Now if they say in Dutch that you have a “heart of gingerbread” is meaning that you are a person with a heart of gold. So the name Reneke Gingerbread is saying that Rene has a heart of gold. He walks the streets almost every day to collect money for Berchem to build a new stadium. Our stadium is one of the biggest in the lower leagues but it is old. So Reneke Gingerbread is collecting money for the club. No one asks him to do it, he just does it with that big heart of his.
And at the end of the celebrations when the best player of the season award was given the president of Berchem sport (our local Hill-Wood) took the stage and the microphone and announced that Berchem would also give a special prize for the “best supporter of the season”. And he called for Rene Gingerbread to enter the stage to help him with this. And then he said that the local bakery that sponsors our club and the board had decided that Reneke Gingerbread was chosen as the “best supporter of the season”. Big cheers from all the other supporters and at first Reneke didn’t even get it that it was him who was chosen.
And then they offered him the trophy that went with this and they gave him a big cake in the shape of a stadium. The look on Reneke his face was something I cannot describe in words. Just let me say that is was so heart warming to see the joy of this person who hadn’t been treated nice in life in a way… For me this simply was the best part of the whole title celebration. How my local club was willing to give special attention to some more or less disabled person in those hours showed what a warm club I support over here.
Talking later that evening with some friends whom I know for more than 40 years going to our local club we agreed that our club is the most sympathetic club in the world. We have known more misery than joy and when we have a moment to celebrate we party like its 1999. But we know that maybe in a few years time we will face new tough times. Because that is the way football goes. And certainly for our local club.
I then sat on my own in the stadium to find a bit of fresh air and to think some things over. My thoughts wandered from the old Berchem stadium to the Emirates. My thoughts wandered from my mates at Berchem with whom I have celebrated titles but also cried when we went down to the nice people I have learned to know in London. My thoughts wandered towards all those we had lost along that long time.

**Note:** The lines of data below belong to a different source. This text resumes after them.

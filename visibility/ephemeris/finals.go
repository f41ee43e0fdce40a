package ephemeris

import (
	"bufio"
	"errors"
	"fmt"
	"io"
	"math"
	"strconv"
	"strings"
	"time"
)

// ParseFinals2000A reads UT1-UTC (IERS Bulletin A, observed and predicted)
// from an IERS file finals2000A.all, .data or .daily: fixed columns, of which
// 1-6 (date), 8-15 (MJD, UTC) and 59-68 (UT1-UTC, s) are used, as the IERS
// readme for these files describes them. Rows at the end whose UT1-UTC is
// blank, where no prediction reaches, are left out. Errors start with
// "line N: ".
func ParseFinals2000A(r io.Reader) ([]DUT1Row, error) {
	var (
		rows  []DUT1Row
		blank int // first line without a value
		n     int
	)
	sc := bufio.NewScanner(r)
	for sc.Scan() {
		n++
		line := strings.TrimRight(strings.TrimPrefix(sc.Text(), "\ufeff"), " \t\r")
		if line == "" {
			continue
		}
		row, has, err := finalsRow(line)
		if err != nil {
			return nil, fmt.Errorf("line %d: %w", n, err)
		}
		if !has {
			if blank == 0 {
				blank = n
			}
			continue
		}
		if blank > 0 {
			return nil, fmt.Errorf("line %d: columns 59-68 (UT1-UTC) are blank but later rows have a value; only the end of the file may be blank", blank)
		}
		if k := len(rows); k > 0 && row.MJD != rows[k-1].MJD+1 {
			return nil, fmt.Errorf("line %d: MJD %.2f follows %.2f; one row a day, ascending, is wanted", n, row.MJD, rows[k-1].MJD)
		}
		rows = append(rows, row)
	}
	if err := sc.Err(); err != nil {
		return nil, fmt.Errorf("line %d: not a text line: %w", n+1, err)
	}
	if len(rows) == 0 {
		return nil, fmt.Errorf("line %d: no row with a value of UT1-UTC found; a file of the kind finals2000A is wanted", n)
	}
	return rows, nil
}

// finalsRow reads one line; has is false when UT1-UTC is blank.
func finalsRow(line string) (row DUT1Row, has bool, err error) {
	if len(line) < 15 {
		return row, false, fmt.Errorf("%d characters; at least 15 are wanted (date in columns 1-6, MJD in 8-15)", len(line))
	}
	mjd, err := strconv.ParseFloat(strings.TrimSpace(line[7:15]), 64)
	if err != nil || !(mjd >= 41317 && mjd < 100000) {
		return row, false, fmt.Errorf("MJD %q in columns 8-15; a number from 41317 (1972-01-01) to 99999 is wanted", line[7:15])
	}
	if mjd != math.Trunc(mjd) {
		return row, false, fmt.Errorf("MJD %q in columns 8-15 isn't a whole day; rows hold for 0h UTC", line[7:15])
	}
	date, err := finalsDate(line[:6], mjd)
	if err != nil {
		return row, false, err
	}
	if got := float64(date.Unix()/86400 + 40587); got != mjd {
		return row, false, fmt.Errorf("the date in columns 1-6 is %s, MJD %.0f, but columns 8-15 say MJD %.0f; both must be the same day", date.Format(time.DateOnly), got, mjd)
	}
	if len(line) < 59 {
		return row, false, nil
	}
	field := strings.TrimSpace(line[58:min(68, len(line))])
	if field == "" {
		return row, false, nil
	}
	v, err := strconv.ParseFloat(field, 64)
	if err != nil || !(math.Abs(v) < 100) {
		return row, false, fmt.Errorf("UT1-UTC %q in columns 59-68; seconds such as -0.0123456 are wanted", field)
	}
	return DUT1Row{MJD: mjd, DUT1: v}, true, nil
}

// finalsDate reads the two-digit year, month and day in columns 1-6, blank
// padded; the century follows from the MJD.
func finalsDate(cols string, mjd float64) (time.Time, error) {
	var v [3]int
	for i := range v {
		x, err := strconv.Atoi(strings.TrimSpace(cols[2*i : 2*i+2]))
		if err != nil || x < 0 {
			return time.Time{}, fmt.Errorf("date %q in columns 1-6; two digits each of year, month and day are wanted", cols)
		}
		v[i] = x
	}
	year := 1900 + v[0]
	if mjd > 51543 {
		year += 100
	}
	d := time.Date(year, time.Month(v[1]), v[2], 0, 0, 0, 0, time.UTC)
	if int(d.Month()) != v[1] || d.Day() != v[2] {
		return d, errors.New("no such day in the calendar: " + strconv.Quote(cols) + " in columns 1-6")
	}
	return d, nil
}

And I thought to myself that I am very lucky man. Not just for this title celebration that day. But because I have the luck to support two teams that are trying to do things in the right way. I have the luck to support two teams that are trying to be generous to people who don’t have all the possibilities healthy people have. I have the luck to have made friendships that seem to last forever with people from those clubs.
And this is in a way what football is all about for me. Okay I will take the title or cup when it comes along. But for me football and the two clubs I support is something more than the title or a cup. It is about how we should stand in life. Football should be about building not just a team, but maybe also a better world. A world where all of us can celebrate and enjoy the coming together at our games. A win is great, a loss is terrible but at the end of the day next week is another game. But when it comes to friendships and human relations this goes so much further than the latest result.
So I sat there on my own in the stand, looking at those thousands of happy people celebrating our title and that old song entered my head and I still can’t get rid of it: “Ooooohh, what a lucky man I am.”